Further, the anomaly detection device further comprises a log collection module for collecting original logs.
Further, the log template candidate set determining module further comprises a log reordering module, which is configured to reorder the original logs according to an order of occurrence of the task identifiers before analyzing the original logs collected by the log collecting module in advance.
As will be appreciated by one skilled in the art, embodiments of the present application may be provided as a method, system, or computer program product. Accordingly, the present application may take the form of an entirely hardware embodiment, an entirely software embodiment or an embodiment combining software and hardware aspects. Furthermore, the present application may take the form of a computer program product embodied on one or more computer-usable storage media (including, but not limited to, disk storage, CD-ROM, optical storage, and the like) having computer-usable program code embodied therein.

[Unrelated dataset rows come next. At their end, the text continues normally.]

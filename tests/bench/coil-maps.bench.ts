import { mkdtempSync, rmSync } from 'node:fs';
import { tmpdir } from 'node:os';
import { join } from 'node:path';
import { buildApp } from '../../src/app.ts';
import { decodeCoilPlanes } from '../../src/io/coil-planes.ts';
import { decodeNiftiCoilMaps } from '../../src/io/nifti-coil-maps.ts';
import { float32Base64 } from '../io/float32-base64.ts';
import { type BenchRow, medianMs } from './timing.ts';

const coils = 32;
const side = 256;

/** Smooth invented maps: 32 coils of 256², as JSON planes. */
function planes() {
  const out: Array<{ re: string; im: string }> = [];
  for (let c = 0; c < coils; c++) {
    const re = new Float32Array(side * side);
    const im = new Float32Array(side * side);
    for (let p = 0; p < re.length; p++) {
      re[p] = Math.sin(p * 1e-3 + c);
      im[p] = Math.cos(p * 2e-3 - c);
    }
    out.push({ re: float32Base64(re), im: float32Base64(im) });
  }
  return { nx: side, ny: side, coils: out };
}

/** The same shape as a NIfTI-1 file, (x, y, 1, coils) complex64 (nifti1.h header offsets). */
function nifti(): Buffer {
  const header = Buffer.alloc(352);
  header.writeInt32LE(348, 0);
  [4, side, side, 1, coils, 1, 1, 1].forEach((d, i) => {
    header.writeInt16LE(d, 40 + 2 * i);
  });
  header.writeInt16LE(32, 70);
  header.writeInt16LE(64, 72);
  header.writeFloatLE(352, 108);
  header.write('n+1\0', 344, 'latin1');
  const data = new Float32Array(2 * coils * side * side);
  for (let p = 0; p < data.length; p++) data[p] = Math.sin(p * 7e-4) + 0.1;
  return Buffer.concat([header, Buffer.from(data.buffer)]);
}

/** Decoding 32 coils of 256² in either form, and the whole POST /v1/coil-maps round trip. */
export async function benchCoilMaps(): Promise<BenchRow[]> {
  const body = planes();
  const file = nifti();
  const bounds = { maxSide: 1024, maxBytes: 64 * 1024 * 1024 };
  const rows: BenchRow[] = [
    {
      name: `decode JSON planes, ${coils}×${side}²`,
      medianMs: await medianMs(() => decodeCoilPlanes(body), 5, 1),
    },
    {
      name: `decode NIfTI complex64, ${coils}×${side}²`,
      medianMs: await medianMs(() => decodeNiftiCoilMaps(file, bounds), 5, 1),
    },
  ];
  const dataDir = mkdtempSync(join(tmpdir(), 'kspace-bench-'));
  const app = await buildApp({ dataDir, workers: 1, maxJsonBytes: 32 * 1024 * 1024 });
  try {
    await app.listen({ port: 0, host: '127.0.0.1' });
    const address = app.server.address();
    const base = `http://127.0.0.1:${typeof address === 'object' && address ? address.port : 0}`;
    const json = JSON.stringify(body);
    const post = async (init: RequestInit) => {
      const res = await fetch(`${base}/v1/coil-maps`, { method: 'POST', ...init });
      if (res.status !== 201) throw new Error(`coil maps refused: ${res.status} ${await res.text()}`);
      await res.arrayBuffer();
    };
    rows.push({
      name: `POST /v1/coil-maps JSON, ${coils}×${side}² (MAX_JSON_BYTES 32 MiB)`,
      medianMs: await medianMs(
        () => post({ headers: { 'content-type': 'application/json' }, body: json }),
        3,
        1,
      ),
      note: `${(json.length / 2 ** 20).toFixed(1)} MiB of JSON`,
    });
    rows.push({
      name: `POST /v1/coil-maps NIfTI, ${coils}×${side}²`,
      medianMs: await medianMs(
        () => {
          const form = new FormData();
          form.append('file', new Blob([new Uint8Array(file)]), 'maps.nii');
          return post({ body: form });
        },
        3,
        1,
      ),
      note: `${(file.length / 2 ** 20).toFixed(1)} MiB file`,
    });
  } finally {
    await app.close();
    rmSync(dataDir, { recursive: true, force: true });
  }
  return rows;
}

The present application is described with reference to flowchart illustrations and/or block diagrams of methods, apparatus (systems), and computer program products according to embodiments of the application. It will be understood that each flow and/or block of the flow diagrams and/or block diagrams, and combinations of flows and/or blocks in the flow diagrams and/or block diagrams, can be implemented by computer program instructions. These computer program instructions may be provided to a processor of a general purpose computer, special purpose computer, embedded processor, or other programmable data processing apparatus to produce a machine, such that the instructions, which execute via the processor of the computer or other programmable data processing apparatus, create means for implementing the functions specified in the flowchart flow or flows and/or block diagram block or blocks.

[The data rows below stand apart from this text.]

import { solveCsWavelet } from '../../src/recon/cs-wavelet-solver.ts';
import { poissonDiscAcquisition } from '../recon/helpers.ts';
import type { BenchRow } from './timing.ts';

/**
 * Time to a fixed relative objective tolerance, 256² single coil (modified Shepp–Logan, analytic
 * k-space, Poisson-disc R = 4, λ = 0.001, db4, 4 levels, no cycle spinning): plain FISTA against
 * FISTA with adaptive restart (O'Donoghue & Candès 2015). The target is the lower of the two
 * objectives after `cap` iterations; each run records its objective per iteration, and its time to
 * target is its wall time × (iterations to reach target·(1 + tol)) / cap. One run each: read the
 * ratio, not the absolute times.
 */
export async function benchSolverSpeed(): Promise<BenchRow[]> {
  const n = 256;
  const cap = 1000;
  const tolerance = 1e-6;
  const { kspace, sampled } = poissonDiscAcquisition('shepp-logan-modified', n, 24, 1);
  const input = { kspace, mask: sampled.mask };
  const runs = [false, true].map((restart) => {
    const start = performance.now();
    const out = solveCsWavelet(input, {
      lambda: 0.001,
      iterations: cap,
      tolerance: 0,
      restart,
      recordObjective: true,
    });
    return { restart, wall: performance.now() - start, history: out.info.objectiveHistory as number[] };
  });
  const target = Math.min(...runs.map((r) => r.history[r.history.length - 1]));
  const rows: BenchRow[] = [];
  const times: number[] = [];
  for (const r of runs) {
    const reach = r.history.findIndex((v) => v <= target * (1 + tolerance)) + 1;
    const ms = reach > 0 ? (r.wall * reach) / cap : Number.NaN;
    times.push(ms);
    rows.push({
      name: `cs-wavelet FISTA${r.restart ? ' + adaptive restart' : ''} ${n}×${n}, to objective within ${tolerance}`,
      medianMs: ms,
      note:
        reach > 0
          ? `${reach} iterations (of ${cap}, ${(r.wall / cap).toFixed(1)} ms each)`
          : `not reached in ${cap}`,
    });
  }
  rows.push({
    name: 'ratio plain / restart (time to target)',
    medianMs: Number.NaN,
    note: (times[0] / times[1]).toFixed(2),
  });
  return rows;
}
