import { fftPlan } from '../../src/core/fft-plan.ts';
import { randomComplexImage } from '../recon/helpers.ts';
import { type BenchRow, fftPairMs, medianMs } from './timing.ts';

/**
 * Forward + inverse centred 2D pair. The ratio compares the pair with the bare 1D plan calls it
 * contains (ny row and nx column transforms, twice), so it shows what gathers, shifts and scaling
 * cost. Rate: 5·N·log2(N) flops per complex transform of N points (the usual radix-2 count).
 * 320 = 64·5 and 384 = 128·3 run the split plan (fft.js lengths 64 / 128, then radix-5 / radix-3
 * butterflies), so their rate against 256 and 512 shows what the split costs.
 */
export async function benchFft(): Promise<BenchRow[]> {
  const rows: BenchRow[] = [];
  for (const [nx, ny] of [
    [256, 256],
    [320, 320],
    [384, 384],
    [512, 512],
  ]) {
    const image = randomComplexImage(nx, ny, nx);
    const pair = await fftPairMs(image);
    const rowIn = new Float64Array(2 * nx);
    const rowOut = new Float64Array(2 * nx);
    const colIn = new Float64Array(2 * ny);
    const colOut = new Float64Array(2 * ny);
    const rowPlan = fftPlan(nx);
    const colPlan = fftPlan(ny);
    const bare = await medianMs(() => {
      for (let pass = 0; pass < 2; pass++) {
        for (let r = 0; r < ny; r++) rowPlan.forward(rowOut, rowIn);
        for (let c = 0; c < nx; c++) colPlan.forward(colOut, colIn);
      }
    }, 11);
    const n = nx * ny;
    const gflops = (2 * 5 * n * Math.log2(n)) / (pair * 1e6);
    rows.push({
      name: `fft2c+ifft2c ${ny}×${nx}`,
      medianMs: pair,
      note: `pair / bare 1D transforms = ${(pair / bare).toFixed(2)}; ${gflops.toFixed(2)} GFLOP/s (5N log2 N)`,
    });
  }
  return rows;
}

These computer program instructions may also be stored in a computer-readable memory that can direct a computer or other programmable data processing apparatus to function in a particular manner, such that the instructions stored in the computer-readable memory produce an article of manufacture including instruction means which implement the function specified in the flowchart flow or flows and/or block diagram block or blocks.
These computer program instructions may also be loaded onto a computer or other programmable data processing apparatus to cause a series of operational steps to be performed on the computer or other programmable apparatus to produce a computer implemented process such that the instructions which execute on the computer or other programmable apparatus provide steps for implementing the functions specified in the flowchart flow or flows and/or block diagram block or blocks.
While the present invention has been described with reference to the embodiments shown in the drawings, the present invention is not limited to the embodiments, which are illustrative and not restrictive, and it will be apparent to those skilled in the art that various changes and modifications can be made therein without departing from the spirit and scope of the invention as defined in the appended claims.